In a May 5 statement, the company said first quarter sales fell from $565 million in 2015 to $530.5 million in 2016. Net income fell from $43.7 million, or $1.20 per diluted share, to $38.4 million, or $1.10 per diluted share, a 12.1 percent decrease.
Sales in the instrumentation segment fell 17.2 percent to $223.7 million, for a net operating income of $31.4 million and digital imaging fell slightly to $89.9 million, with a net operating income of $8.2 million.
These losses were offset slightly by a gain of 1.9 percent in engineered systems sales to $64.3 million with an operating income of $8 million and an 8.1 percent increase in aerospace and defense sales, generating $152.6 million and $24.1 million in operating income.
The company has recorded strong bookings in 2016 for aerospace and defense, said Teledyne President and CEO Robert Mehrabian in the release. After it recently completed three acquisitions, its “acquisition pipeline remains healthy,” and could lead to further growth, he said.

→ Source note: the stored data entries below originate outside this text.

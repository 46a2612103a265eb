package hopstat.queue;

import hopstat.record.RealisationRecord;
import hopstat.task.RealisationTask;
import java.io.IOException;
import java.time.Instant;
import java.util.List;
import java.util.Map;
import java.util.Optional;

/**
 * The task queue. Every write is compare-and-set on the entry's version; losing a race is a normal
 * outcome reported by the return value, never an exception. Implementations are thread-safe.
 * Timestamps come from the store's injected clock.
 */
public interface TaskStore extends AutoCloseable {

  /**
   * Adds tasks as PENDING, in order. A task whose id the store already knows (e.g. finished in an
   * earlier session) is left as it is.
   *
   * @return how many were new
   */
  int add(List<RealisationTask> tasks);

  /** Claims the oldest PENDING task for {@code workerId} (PENDING → RUNNING), if any. */
  Optional<Claim> claim(String workerId);

  /** Refreshes a RUNNING task's heartbeat; false if the claim is no longer valid. */
  boolean heartbeat(Claim claim);

  /**
   * Finishes a claimed task: DONE or FAILED per the record's outcome. Durable stores persist the
   * record before the state changes.
   *
   * @return false if the claim is no longer valid (the task was re-queued meanwhile)
   */
  boolean complete(Claim claim, RealisationRecord record) throws IOException;

  /**
   * Returns RUNNING tasks whose last heartbeat is older than {@code staleBefore} to PENDING, or
   * marks them FAILED once they have been claimed {@code maxAttempts} times.
   *
   * @return how many tasks were swept
   */
  int sweep(Instant staleBefore, int maxAttempts) throws IOException;

  /** Snapshot of one task, if known. */
  Optional<TaskView> view(String taskId);

  /** Number of tasks in each state. */
  Map<TaskState, Integer> counts();

  /** Finished records (DONE and FAILED), one per task id. */
  List<RealisationRecord> finished();

  @Override
  void close() throws IOException;
}
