package hopstat.queue;

import hopstat.record.RealisationRecord;
import hopstat.task.Outcome;
import java.io.IOException;
import java.nio.charset.StandardCharsets;
import java.nio.file.Files;
import java.nio.file.Path;
import java.util.ArrayList;
import java.util.LinkedHashMap;
import java.util.List;
import java.util.Map;
import java.util.stream.Stream;

/**
 * Reads every journal file of a run directory ({@code journal/*.jsonl}, in name order).
 *
 * <p>Rules: a final segment without its newline is a torn write from a crash and is dropped (and
 * reported in {@link Contents#tornLines}); a complete line that fails its checksum or does not
 * parse throws {@link JournalCorruptException} naming file and line. Several records for one task
 * (a retried cluster shard, say) collapse to one: a DONE record wins over FAILED ones, and the
 * first DONE in file order wins over later ones.
 */
public final class JournalReader {

  private JournalReader() {}

  /**
   * What the journal holds.
   *
   * @param records one record per task id, in first-seen order
   * @param tornLines "file: bytes" of dropped torn tails
   * @param duplicates records that repeated a task id
   */
  public record Contents(
      Map<String, RealisationRecord> records, List<String> tornLines, int duplicates) {}

  public static Contents read(Path journalDir) throws IOException {
    Map<String, RealisationRecord> records = new LinkedHashMap<>();
    List<String> torn = new ArrayList<>();
    int duplicates = 0;
    if (!Files.isDirectory(journalDir)) {
      return new Contents(records, torn, 0);
    }
    List<Path> files;
    try (Stream<Path> s = Files.list(journalDir)) {
      files = s.filter(p -> p.getFileName().toString().endsWith(".jsonl")).sorted().toList();
    }
    for (Path file : files) {
      String text = new String(Files.readAllBytes(file), StandardCharsets.UTF_8);
      int lineNo = 0;
      int start = 0;
      while (start < text.length()) {
        int end = text.indexOf('\n', start);
        lineNo++;
        if (end < 0) {
          torn.add(
              file.getFileName()
                  + ": "
                  + (text.length() - start)
                  + " bytes after line "
                  + (lineNo - 1));
          break;
        }
        String line = text.substring(start, end);
        start = end + 1;
        if (line.isBlank()) {
          continue;
        }
        RealisationRecord r;
        try {
          r = JournalCodec.decode(line);
        } catch (RuntimeException e) {
          throw new JournalCorruptException(file, lineNo, e.getMessage());
        }
        RealisationRecord previous = records.get(r.result().taskId());
        if (previous == null) {
          records.put(r.result().taskId(), r);
        } else {
          duplicates++;
          if (previous.result().outcome() == Outcome.FAILED
              && r.result().outcome() == Outcome.DONE) {
            records.put(r.result().taskId(), r);
          }
        }
      }
    }
    return new Contents(records, torn, duplicates);
  }
}
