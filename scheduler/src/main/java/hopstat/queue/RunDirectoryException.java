package hopstat.queue;

/** A run directory cannot be used as asked (in use, holds another job, missing files). */
public final class RunDirectoryException extends RuntimeException {
  private static final long serialVersionUID = 1L;

  public RunDirectoryException(String message) {
    super(message);
  }
}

“Some industrial sectors, especially energy, remain weak, but those markets appear to be stabilizing,” Mehrabian said. “Nevertheless, we are maintaining our emphasis on cost control and strong operating discipline. So while we continue to invest in research and development and focus on execution and delivery of orders, we are also implementing significant additional cost reduction actions, especially within marine instrumentation.”
Teledyne currently expects that second quarter 2016 earnings per diluted share will be $1.20 to $1.26 and full-year earnings will range from $5.05 to $5.15 for 2016.